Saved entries
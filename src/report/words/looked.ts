import { count } from '../numbers.ts';
import type { StudyRecord } from '../record-type.ts';
import { raised } from './lexicon.ts';
import { modelsLookedAt, modelsPhrase } from './models.ts';

/**
 * How many models were looked at before this one, beside its p-values; null where none was. Rows that had no part in the
 * choice owe it nothing.
 */
export function lookedSentence(record: StudyRecord): string | null {
  const split = record.selection.split_sample;
  if (split !== undefined)
    return `These figures are of the ${count(split.rows_estimating)}\u00a0rows that had no part in the choice, so they owe nothing to it.`;
  const looked = modelsLookedAt(record);
  return looked.count < 2
    ? null
    : `${raised(modelsPhrase(looked))} were looked at and this one was chosen on the same rows: its p-values are smaller, and its intervals shorter, than they would be had it been the only one.`;
}
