describe('a run that is killed', () => {
  test('before any of its steps, over earlier results', async () => {
    // More than one for each file that is written, each that is moved aside and each that is moved in.
    expect(states.length).toBeGreaterThan(20);
    const after: Texts[] = [];
    for (const state of states) {
      lyingIn(state, OLD, FRESH);
      after.push(await recovered(copied(state)));
    }
    // Old results up to a step, new ones from there on.
    const decided = after.indexOf(FRESH);
    expect(decided).toBeGreaterThan(0);
    expect(after.map((files) => files === FRESH)).toEqual(states.map((_, step) => step >= decided));
  });

  test('leaves the disk as it was before that step', async () => {
    const first = Math.floor(states.length / 3);
    await inPairs(
      upTo(12).map((k) => first + 3 * k),
      async (kill) => {
        const folder = folderWith(OLD);
        expect(await run({ ...writing(folder), kill })).toBeNull();
        const state = states[kill - 1]!;
        expect(namesIn(folder), `killed before step ${kill}`).toEqual(namesIn(state));
        expect(ours(folder)).toEqual(ours(state));
        await recovered(folder);
      },
    );
  });

  test('before any of its steps, into a new folder', async () => {
    const above = join(home, String(count++));
    for (const state of await statesOf(writing(join(above, 'deep/results')), above)) {
      const folder = join(state, 'deep/results');
      if (existsSync(folder)) expect(shown(folder)).toEqual(FRESH);
      if (existsSync(dirname(folder))) forgotten(dirname(folder));
      expect(await write(folder, OTHER, RESULT_FILES)).toEqual([]);
      expect(shown(folder)).toEqual(OTHER);
      expect([...hidden(folder), ...hidden(dirname(folder))]).toEqual([]);
    }
  });

  test('and another that is killed before any step of finishing its move', async () => {
    const begun = states.filter((state) => markerIn(state));
    let steps = 0;
    // A move that is only decided, one on its way, and one that is as good as over.
    for (const share of [0, 1 / 2, 1]) {
      const folder = copied(begun[Math.round(share * (begun.length - 1))]!);
      forgotten(folder);
      for (const state of await statesOf({ what: 'finish', folders: [folder] }, folder)) {
        lyingIn(state, OLD, FRESH);
        expect(await recovered(state)).toEqual(FRESH);
        steps++;
      }
    }
    expect(steps).toBeGreaterThan(30);
  });

  test('at random moments of writing one run after the other', { timeout: 120_000 }, async () => {
    const random = randomFrom(20_261_201);
    const found = new Set<Texts>();
    await inPairs(upTo(24), async () => {
      const folder = folderWith(OLD);
      const folders = Array.from({ length: 10_000 }, () => folder);
      const wait = 30 * random.next();
      let begun: number | null = null;
      const killed = await runAll([{ ...writing(folder), folders, inTurnWith: OLD }], () => {
        if (begun === null && hidden(folder).length > 0) begun = performance.now();
        return begun !== null && performance.now() - begun > wait;
      });
      expect(killed).toBeNull();
      lyingIn(folder, OLD, FRESH);
      found.add(await recovered(folder));
    });
    expect(found.size).toBe(2);
  });

  test('what was hidden less than an hour ago may be in use, and is left alone', async () => {
    const folder = folderWith(OLD);
    await run({ ...writing(folder), kill: 8 });
    expect(await write(folder, OTHER)).toEqual([]);
    expect(hidden(folder)).toHaveLength(1);
    forgotten(folder);
    expect(await write(folder, OTHER)).toEqual([]);
    expect(hidden(folder)).toEqual([]);
  });
});

describe('a file system that refuses', () => {
  test('at any step: all of the earlier results, or all of the new ones', async () => {
    const folders = states.map(() => folderWith(OLD));
    const outcomes = (await runAll(folders.map((folder, k) => ({ ...writing(folder), fail: k + 1 }))))!;
    for (const [k, folder] of folders.entries()) {
      const { done, problems } = outcomes[k]!;
      expect(problems).toHaveLength(done ? 0 : 1);
      expect(ours(folder), `refused at step ${k + 1}`).toEqual(done ? FRESH : OLD);
      for (const problem of problems) {
        expect(problem).toMatch(
          /^The results cannot be written to ".*": the system says EIO\. Earlier .* untouched\.$/,
        );
      }
      forgotten(folder);
      await write(folder, { 'later.txt': 'later' });
      expect(hidden(folder)).toEqual([]);
    }
    expect(new Set(outcomes.map(({ done }) => done)).size).toBe(2);
  });

  test('and a kill before any step of moving back', async () => {
    // The record is moved in last, so that refusing it takes the longest way back.
    const whole = states.findIndex(
      (state, k) => k > 0 && ours(state)['record.json'] === FRESH['record.json'],
    );
    const folder = folderWith(OLD);
    const to = join(home, String(count++));
    const outcome = (await run({ ...writing(folder), fail: whole, keep: { from: folder, to } }))!;
    expect(outcome.done).toBe(false);
    expect(ours(folder)).toEqual(OLD);
    expect(outcome.steps - whole).toBeGreaterThan(10);
    for (const step of upTo(outcome.steps).slice(whole)) {
      const state = join(to, String(step));
      lyingIn(state, OLD, FRESH);
      // Until the way back is marked, the way is forward.
      expect(await recovered(state)).toEqual(step === whole + 1 ? FRESH : OLD);
    }
  });

  test('a move that cannot be finished is told by readers and by runs, and finished when it can be', async () => {
    const folder = copied(states.findLast((state) => Object.keys(ours(state)).length === 0)!);
    forgotten(folder);
    mkdirSync(join(folder, 'report.html'));
    const stuck =
      /a run ended while it moved its files in, and its move cannot be finished: a folder stands where one of the files belongs; the files are in ".*\.plumbrule-/;
    const { title, problems } = await read(folder);
    expect(title).toBeNull();
    expect(problems[0]?.code).toBe('record_unreadable');
    expect(problems[0]?.message).toMatch(stuck);
    const [refused] = await write(folder, OTHER, RESULT_FILES);
    expect(refused?.code).toBe('output_unwritable');
    expect(refused?.message).toMatch(stuck);
    rmSync(join(folder, 'report.html'), { recursive: true });
    expect(await read(folder)).toEqual({ title: 'new', problems: [] });
    expect(ours(folder)).toEqual(FRESH);
    expect(hidden(folder)).toEqual([]);
  });

  test.each([
    '{"coming": ["../../outside"], "gone": []}',
    '{"coming": [], "gone": ["/etc/outside"]}',
    '{"co',
    '{}',
  ])('a list of files that no run of ours can have written is not followed: %s', async (list) => {
    const folder = folderWith({});
    const staging = join(folder, '.plumbrule-00000000');
    mkdirSync(join(staging, 'new'), { recursive: true });
    writeFileSync(join(staging, 'forward.json'), list);
    const { problems } = await read(folder);
    expect(problems[0]?.message).toContain('its list of files is damaged');
  });
});
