import { count, fixed, percent, rounded, roundingFor, THIN, withUnit } from '../numbers.ts';
import type { StudyRecord } from '../record-type.ts';
import { counted, type Lexicon, listed, stopped } from './lexicon.ts';
import { partsPhrase } from './validation.ts';

type Selection = StudyRecord['selection'];
type Honest = NonNullable<Selection['honest_error']>;
type HoldOut = NonNullable<Selection['hold_out']>;

/** Candidates named of those that the choice fell on. */
const NAMED = 3;

/** An error on the response's own scale, with its unit. */
export function errorText({ response }: Lexicon, error: number): string {
  return withUnit(rounded(error, roundingFor(error, error)), response.unit);
}

/** Whether the whole procedure predicts no better than the mean, by one standard error of the difference. */
export function noBetterThanMean({ gain }: Honest): boolean {
  return gain.value <= (gain.standard_error ?? 0);
}

/** How choosing, fitting and predicting does on rows that it has not seen; empty where the study does not ask. */
export function unseenSentences({ selection }: StudyRecord, lexicon: Lexicon): string[] {
  return [
    ...(selection.honest_error === undefined ? [] : honestSentences(selection.honest_error, lexicon)),
    ...(selection.hold_out === undefined ? [] : holdOutSentences(selection.hold_out, lexicon)),
  ];
}

function honestSentences(honest: Honest, lexicon: Lexicon): string[] {
  const { procedure, mean, winner, choices } = honest;
  const error = errorText(lexicon, procedure.root_mean_squared_error);
  const alone = errorText(lexicon, mean.root_mean_squared_error);
  const verdict = noBetterThanMean(honest)
    ? `On rows that it has not seen, the whole procedure misses by ${error} and the mean alone by ${alone}: choosing and fitting a model is no better than saying the mean.`
    : `On rows that it has not seen, the whole procedure misses by ${error}, the mean alone by ${alone}.`;
  const flattered =
    winner === null
      ? ''
      : ` The chosen candidate, held against the same rows, misses by ${errorText(lexicon, winner.root_mean_squared_error)}; it was chosen with their help.`;
  return [
    verdict,
    `For this the choice was made anew without ${partsPhrase(honest)}, and what it chose was held against what was left out.${flattered} ${choicesSentence(choices)}`,
  ];
}

/** "Of 10 choices 8 fell on By vessel and 2 on With wind." */
function choicesSentence(choices: Honest['choices']): string {
  const all = choices.reduce((sum, { folds }) => sum + folds, 0);
  const [first] = choices;
  if (first !== undefined && choices.length === 1)
    return first.candidate === null
      ? `In none of the ${counted(all, 'choice')} was a candidate admitted.`
      : `All ${counted(all, 'choice')} fell on ${first.candidate}.`;
  const shown = choices
    .slice(0, NAMED)
    .map(({ candidate, folds }) =>
      candidate === null
        ? `${count(folds)} on the mean, no candidate being admitted`
        : `${count(folds)} on ${candidate}`,
    );
  const more = choices.length - shown.length;
  return `Of ${counted(all, 'choice')}, ${listed([...shown, ...(more > 0 ? [`the rest on ${counted(more, 'other')}`] : [])])}.`;
}

/** Whether fewer of the rows set aside lie inside their intervals than chance among so many explains. */
export function intervalsTooShort({ inside_upper: upper, interval }: HoldOut): boolean {
  return upper !== null && upper < interval;
}

function holdOutSentences(held: HoldOut, lexicon: Lexicon): string[] {
  const aside = `${counted(held.rows, 'row was', 'rows were', count)} set aside before anything was fitted (${held.rule})`;
  const error = held.root_mean_squared_error;
  if (error === null) return [`${aside}; none of them could be predicted.`];
  const bias = held.mean_error ?? 0;
  const side =
    bias === 0
      ? 'neither too high nor too low'
      : `${errorText(lexicon, Math.abs(bias))} too ${bias > 0 ? 'low' : 'high'}`;
  const relative =
    held.cv_rmse_percent === null
      ? ''
      : ` (CV(RMSE) ${fixed(held.cv_rmse_percent, 1)}${THIN}%${held.mean_bias_percent === null ? '' : `, normalised mean bias ${fixed(held.mean_bias_percent, 1)}${THIN}%`})`;
  const lost =
    held.rows_not_predicted === null || held.rows_not_predicted === 0
      ? ''
      : ` ${counted(held.rows_not_predicted, 'of them', 'of them', count)} could not be predicted.`;
  return [
    `${aside}. On them the model misses by ${errorText(lexicon, error)}, on average ${side}${relative}.${lost}`,
    ...insideSentence(held),
  ];
}

function insideSentence(held: HoldOut): string[] {
  const { inside, with_interval: all, inside_lower: lower, inside_upper: upper, interval } = held;
  if (inside === null || all === null || all === 0 || lower === null || upper === null) return [];
  const short = intervalsTooShort(held);
  return [
    stopped(
      `${count(inside)} of ${count(all)} lie inside their ${percent(interval)} intervals; with so many rows that speaks for a share between ${percent(lower)} and ${percent(upper)}${short ? ', so the intervals are too short' : ''}`,
    ),
  ];
}
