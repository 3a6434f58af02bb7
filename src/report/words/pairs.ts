import { count, percent, pPhrase } from '../numbers.ts';
import type { RecordTerm } from '../record-type.ts';
import { effectPhrase } from './effect.ts';
import { counted, type Lexicon } from './lexicon.ts';

/** What the pairs come to, in a sentence; null where fewer than three are compared, since the baseline's say it. */
export function pairsSentence(lexicon: Lexicon, { level_means: found }: RecordTerm): string | null {
  const pairs = found?.comparisons?.pairs ?? [];
  if (pairs.length < 3) return null;
  // As the intervals beside it: those of 90 % leave 0 out where p is below 0.1.
  const level = 1 - lexicon.confidence;
  const apart = pairs.filter((pair) => pair.adjusted_p_value < level);
  const all = `${counted(pairs.length, 'pair')} of levels`;
  if (apart.length === 0)
    return `Compared all together, none of the ${all} can be told apart (at ${percent(level)}).`;
  const largest = [...apart].sort((a, b) => Math.abs(b.estimate) - Math.abs(a.estimate))[0]!;
  const which = apart.length === pairs.length ? `all ${all}` : `${count(apart.length)} of the ${all}`;
  return `Compared all together, ${which} can be told apart (at ${percent(level)}); ${largest.level} and ${largest.other} differ most, ${effectPhrase(lexicon, largest)} at ${largest.level} (adjusted ${pPhrase(largest.adjusted_p_value)}).`;
}
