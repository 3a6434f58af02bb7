import { value, withUnit } from '../numbers.ts';
import type { RecordCoefficient, RecordModel, RecordTerm } from '../record-type.ts';
import { effectPhrase, openSentence, shortEffect } from './effect.ts';
import { type Lexicon, labelOf, listed, raised, unitOf, variableNamed } from './lexicon.ts';
import { scaleKind } from './scale.ts';
import { eachUnit, oneMore } from './units.ts';

type Step = RecordTerm['typical_steps'][number];
type Slope = RecordTerm['slopes'][number];

/** Beyond this many levels a table says more than sentences do. */
const LEVELS_IN_WORDS = 4;

/**
 * What one term of the chosen model says, as sentences. Interactions are told as slopes at each place of
 * their other members; a term whose variable is also in an interaction is told at the others' averages.
 */
export function termSentences(
  lexicon: Lexicon,
  term: RecordTerm,
  model: RecordModel,
  coefficients: readonly RecordCoefficient[],
): string[] {
  switch (term.kind) {
    case 'interaction':
      return interactionSentences(lexicon, term);
    case 'category':
      return categorySentences(lexicon, term, model);
    case 'flag':
      return term.typical_steps.map((step) => levelSentence(lexicon, term, step, model));
    case 'bend':
      return [...bendSentence(lexicon, term, model, coefficients), ...stepSentences(lexicon, term, model)];
    case 'number':
      return [...unitSentence(lexicon, term, model, coefficients), ...stepSentences(lexicon, term, model)];
    default:
      return [...stepSentences(lexicon, term, model), ...turnSentence(lexicon, term)];
  }
}

/** Other variables that the term's variable shares an interaction with. */
export function partners(term: RecordTerm, model: RecordModel): string[] {
  const [variable] = term.variables;
  return [
    ...new Set(
      model.terms
        .filter(
          (other) =>
            other.kind === 'interaction' && variable !== undefined && other.variables.includes(variable),
        )
        .flatMap((other) => other.variables)
        .filter((name) => name !== variable),
    ),
  ];
}

/** Whether another term than this one (interactions apart) is made of the same variable. */
function hasCompanion(term: RecordTerm, model: RecordModel): boolean {
  return model.terms.some(
    (other) => other !== term && other.kind !== 'interaction' && other.variables[0] === term.variables[0],
  );
}

function heldPhrase(lexicon: Lexicon, term: RecordTerm, model: RecordModel): string {
  const others = partners(term, model);
  if (others.length > 0) {
    return `, averaged over the rows’ ${listed(others.map((name) => labelOf(lexicon, name)))}, the other terms held`;
  }
  return model.terms.length > 1 ? ', the other terms held' : '';
}

/** "One more tonne of cargo goes with 1.93 L more fuel burned (…), the other terms held." */
function unitSentence(
  lexicon: Lexicon,
  term: RecordTerm,
  model: RecordModel,
  coefficients: readonly RecordCoefficient[],
): string[] {
  const variable = term.variables[0];
  const coefficient = coefficients.find((c) => c.term === term.name);
  if (variable === undefined || coefficient === undefined || hasCompanion(term, model)) return [];
  // With an interaction the coefficient holds only at the others' zero or baseline; the slopes say the rest.
  if (partners(term, model).length > 0) return [];
  const doubled = doublingSentence(lexicon, term, variable, coefficient, model);
  if (doubled !== null) return [doubled];
  const subject = oneMore(labelOf(lexicon, variable), unitOf(lexicon, variable));
  return [
    `${raised(subject)} goes with ${effectPhrase(lexicon, coefficient)}${heldPhrase(lexicon, term, model)}.${openSentence(coefficient)}`,
  ];
}

/** Where the variable is itself the logarithm of another, a doubling is what a reader can picture. */
function doublingSentence(
  lexicon: Lexicon,
  term: RecordTerm,
  variable: string,
  coefficient: RecordCoefficient,
  model: RecordModel,
): string | null {
  const derived = lexicon.variables.get(variable)?.derived_from ?? '';
  const parts = /^\s*(log|log10)\s*\(\s*([\p{L}_][\p{L}\p{N}_]*)\s*\)\s*$/u.exec(derived);
  if (parts === null) return null;
  const step = parts[1] === 'log10' ? Math.log10(2) : Math.LN2;
  const times = (x: number | null): number | null => (x === null ? null : x * step);
  const doubling = {
    estimate: coefficient.estimate * step,
    lower: times(coefficient.lower),
    upper: times(coefficient.upper),
  };
  return `Doubling ${labelOf(lexicon, parts[2]!)} goes with ${effectPhrase(lexicon, doubling)}${heldPhrase(lexicon, term, model)}.${openSentence(doubling)}`;
}

/** "From 48 to 112 t" for a numeric step. */
export function stepRange(lexicon: Lexicon, variable: string, step: Step): string {
  const unit = unitOf(lexicon, variable);
  const { from_value: from, to_value: to } = step;
  if (from === null || to === null) return `${step.to} rather than ${step.from}`;
  return `${value(from, 3)} to ${withUnit(value(to, 3), unit)}`;
}

function stepSentences(lexicon: Lexicon, term: RecordTerm, model: RecordModel): string[] {
  const [step] = term.typical_steps;
  const variable = term.variables[0];
  if (step === undefined || variable === undefined) return [];
  const span =
    step.from_value === null
      ? stepRange(lexicon, variable, step)
      : `from ${stepRange(lexicon, variable, step)}, the middle half of its values,`;
  const alone = term.kind === 'number' && partners(term, model).length === 0 && !hasCompanion(term, model);
  return [
    alone
      ? `A typical step, ${span} goes with ${effectPhrase(lexicon, step)}.`
      : `${raised(labelOf(lexicon, variable))} ${span} goes with ${effectPhrase(lexicon, step)}${heldPhrase(lexicon, term, model)}.${openSentence(step)}`,
  ];
}

/** Where the curve turns inside the data. */
function turnSentence(lexicon: Lexicon, term: RecordTerm): string[] {
  const { curve } = term;
  const variable = term.variables[0];
  if (curve === null || variable === undefined || curve.y.length < 5) return [];
  const turns = (better: (a: number, b: number) => boolean): number =>
    curve.y.reduce((at, y, i) => (better(y, curve.y[at]!) ? i : at), 0);
  const inside = (i: number): boolean => i > 0 && i < curve.y.length - 1;
  const low = turns((a, b) => a < b);
  const high = turns((a, b) => a > b);
  const near = (i: number): string => withUnit(value(curve.x[i]!, 2), unitOf(lexicon, variable));
  // On the reciprocal scale, low and high would change places on the response's own.
  const what = scaleKind(lexicon.response.scale) === 'reciprocal' ? 'The fitted curve' : 'The curve';
  if (inside(low) && !inside(high)) return [`${what} is lowest near ${near(low)}.`];
  if (inside(high) && !inside(low)) return [`${what} is highest near ${near(high)}.`];
  return [];
}

function bendSentence(
  lexicon: Lexicon,
  term: RecordTerm,
  model: RecordModel,
  coefficients: readonly RecordCoefficient[],
): string[] {
  const coefficient = coefficients.find((c) => c.term === term.name);
  const column = model.columns.find((c) => c.term === term.name);
  const piece = column?.pieces[0];
  if (coefficient === undefined || piece?.at === undefined || partners(term, model).length > 0) return [];
  const unit = unitOf(lexicon, piece.variable);
  const at = withUnit(value(piece.at), unit);
  const label = labelOf(lexicon, piece.variable);
  const side = piece.side ?? 'above';
  const straight = model.terms.some(
    (other) => other.kind === 'number' && other.variables[0] === piece.variable,
  );
  const effect = effectPhrase(lexicon, coefficient);
  const held = heldPhrase(lexicon, term, model);
  return [
    straight
      ? `${raised(side)} ${at}, ${eachUnit(unit)} ${side === 'above' ? 'more' : 'less'} of ${label} goes with ${effect} in addition to the straight relationship${held}.${openSentence(coefficient)}`
      : `${raised(eachUnit(unit))} of ${label} ${side} ${at} goes with ${effect}${held}.${openSentence(coefficient)}`,
  ];
}

function levelSentence(lexicon: Lexicon, term: RecordTerm, step: Step, model: RecordModel): string {
  const label = raised(labelOf(lexicon, term.variables[0] ?? term.name));
  return `${label} ${step.to} rather than ${step.from} goes with ${effectPhrase(lexicon, step)}${heldPhrase(lexicon, term, model)}.${openSentence(step)}`;
}

function categorySentences(lexicon: Lexicon, term: RecordTerm, model: RecordModel): string[] {
  const steps = term.typical_steps;
  if (steps.length <= LEVELS_IN_WORDS) return steps.map((step) => levelSentence(lexicon, term, step, model));
  const sorted = [...steps].sort((a, b) => a.estimate - b.estimate);
  const low = sorted[0]!;
  const high = sorted.at(-1)!;
  const label = raised(labelOf(lexicon, term.variables[0] ?? term.name));
  return [
    `${label} has ${steps.length + 1} levels, each compared with ${low.from}: from ${shortEffect(lexicon, low)} (${low.to}) to ${shortEffect(lexicon, high)} (${high.to})${heldPhrase(lexicon, term, model)}.`,
  ];
}

/** "At vessel Tern, one more tonne of cargo goes with 2.2 L more fuel burned (…)." */
function interactionSentences(lexicon: Lexicon, term: RecordTerm): string[] {
  if (term.slopes.length > LEVELS_IN_WORDS + 2) {
    const sorted = [...term.slopes].sort((a, b) => a.estimate - b.estimate);
    const low = sorted[0]!;
    const high = sorted.at(-1)!;
    return [
      `What ${slopeSubject(lexicon, low)} goes with lies between ${shortEffect(lexicon, low)} (${low.at}) and ${shortEffect(lexicon, high)} (${high.at}), the other terms held.`,
    ];
  }
  return term.slopes.map((slope) => {
    return `At ${slope.at}, ${slopeSubject(lexicon, slope)} goes with ${effectPhrase(lexicon, slope)}.${openSentence(slope)}`;
  });
}

/** What moves in a slope: "one more tonne of cargo"; for a level its name as the record gives it. */
export function slopeSubject(lexicon: Lexicon, slope: Slope): string {
  const variable = variableNamed(lexicon, slope.of);
  if (variable === null || variable.type === 'category' || variable.type === 'flag') return slope.of;
  return oneMore(labelOf(lexicon, variable.name), slope.per);
}
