import { count, percent } from '../numbers.ts';
import type { StudyRecord } from '../record-type.ts';
import { counted, raised } from './lexicon.ts';

type Stability = NonNullable<StudyRecord['selection']['stability']>;

/** How often what was chosen would be chosen from rows drawn anew: the finding, then how it was done. */
export function stabilitySentences(stability: Stability, chosen: string | null): string[] {
  const { repetitions, none_admitted: none, by, group, block_length: length, seed, units } = stability;
  const own = stability.candidates.find(({ candidate }) => candidate === chosen);
  const other = stability.candidates.find(({ candidate }) => candidate !== chosen);
  const share = (n: number): string => percent(n / repetitions);
  const rival = other === undefined ? '' : `; next comes ${other.candidate}, in ${share(other.chosen)}`;
  const finding =
    chosen === null
      ? other === undefined
        ? 'From rows drawn anew, no candidate would be admitted either.'
        : `From rows drawn anew, ${other.candidate} would be chosen most often, in ${share(other.chosen)} of the cases.`
      : `From rows drawn anew, ${chosen} would be chosen in ${share(own?.chosen ?? 0)} of the cases${rival}.`;
  const nothing = none === 0 ? '' : ` In ${share(none)} no candidate was admitted.`;
  const what = {
    rows: `${counted(units, 'row', 'rows', count)} were`,
    group: `${counted(units, 'group', 'groups', count)}${group === null ? '' : ` by ${group}`} were`,
    blocks: `blocks of ${counted(length ?? 1, 'row')} that follow one another in time were`,
  }[by];
  return [
    `${finding}${nothing}`,
    `${raised(what)} drawn with replacement ${count(repetitions)}\u00a0times (seed ${seed}), and each time the declared rule chose again.`,
  ];
}

/** Whether something else than what was chosen would be chosen more often than not. */
export function unsettled(stability: Stability, chosen: string | null): boolean {
  const own = stability.candidates.find(({ candidate }) => candidate === chosen);
  return chosen !== null && (own?.share ?? 0) < 0.5;
}
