import { count } from '../numbers.ts';
import type { StudyRecord } from '../record-type.ts';
import { counted, listed } from './lexicon.ts';

type Selection = StudyRecord['selection'];
type Validation = NonNullable<Selection['validation']>;

/** What cross-validation and the honest error have in common: how rows are held out. */
export type Parts = Pick<Validation, 'by' | 'folds' | 'repeats' | 'seed' | 'group' | 'start' | 'horizon'>;

const LOSSES = 3;

/** "each of 10 parts of the rows, drawn at random 3 times (seed 1)" */
export function partsPhrase({ by, folds, repeats, seed, group, start, horizon }: Parts): string {
  const times = repeats > 1 ? ` ${count(repeats)}\u00a0times` : '';
  const drawn = seed === null ? '' : ` (seed ${seed})`;
  switch (by) {
    case 'leave_one_out':
      return `each of the ${counted(folds, 'row', 'rows', count)}`;
    case 'rows':
      return `each of ${counted(folds, 'part', 'parts', count)} of the rows, drawn at random${times}${drawn}`;
    case 'group':
      return `each of ${counted(folds, 'part', 'parts', count)}, ${group === null ? 'groups' : `groups by ${group}`} kept together${times}${drawn}`;
    case 'time': {
      const ahead =
        horizon === 1 ? 'the time that follows' : `the ${count(horizon ?? 1)}\u00a0times that follow`;
      const from = start === null ? '' : `, the first ${count(start)} never held out`;
      return `${ahead} each of ${counted(folds, 'origin', 'origins', count)}, predicted from all before${from}`;
    }
  }
}

/** How every candidate was held against rows that it was not fitted on, and what that cost; nothing where none was. */
export function validationSentences({ validation, one_standard_error: one }: Selection): string[] {
  if (validation === undefined) return [];
  const left =
    validation.rows_left_out === 0
      ? []
      : [
          `${counted(validation.rows_left_out, 'held-out row', 'held-out rows', count)} could not be predicted and ${validation.rows_left_out === 1 ? 'counts' : 'count'} for no candidate.`,
        ];
  const losses = validation.losses.slice(0, LOSSES).map(({ coefficient, folds, rows, candidates }) => {
    const what = coefficient === null ? 'A row that is fitted by itself alone' : `${coefficient}`;
    return `${what} cannot be estimated without ${folds.length === 1 ? `part ${folds[0]}` : counted(folds.length, 'part')}, which takes ${counted(rows, 'row', 'rows', count)} from ${candidates.length > 2 ? counted(candidates.length, 'candidate') : listed(candidates)}.`;
  });
  return [
    `Each candidate was also fitted without ${partsPhrase(validation)}, and held against what was left out: “error on rows held out” is the root mean squared error of that.`,
    ...(one === true
      ? [
          'Of the candidates within one standard error of the best such error, the one with the fewest coefficients is taken.',
        ]
      : []),
    ...left,
    ...losses,
  ];
}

— WORK TO COMPLETE —
Wherever the string "pPhrase" appears in the data above, copy the line it sits in.

— OUTPUT FOR THIS EXERCISE —
import { count, percent, pPhrase } from '../numbers.ts';
  return `Compared all together, ${which} can be told apart (at ${percent(level)}); ${largest.level} and ${largest.other} differ most, ${effectPhrase(lexicon, largest)} at ${largest.level} (adjusted ${pPhrase(largest.adjusted_p_value)}).`;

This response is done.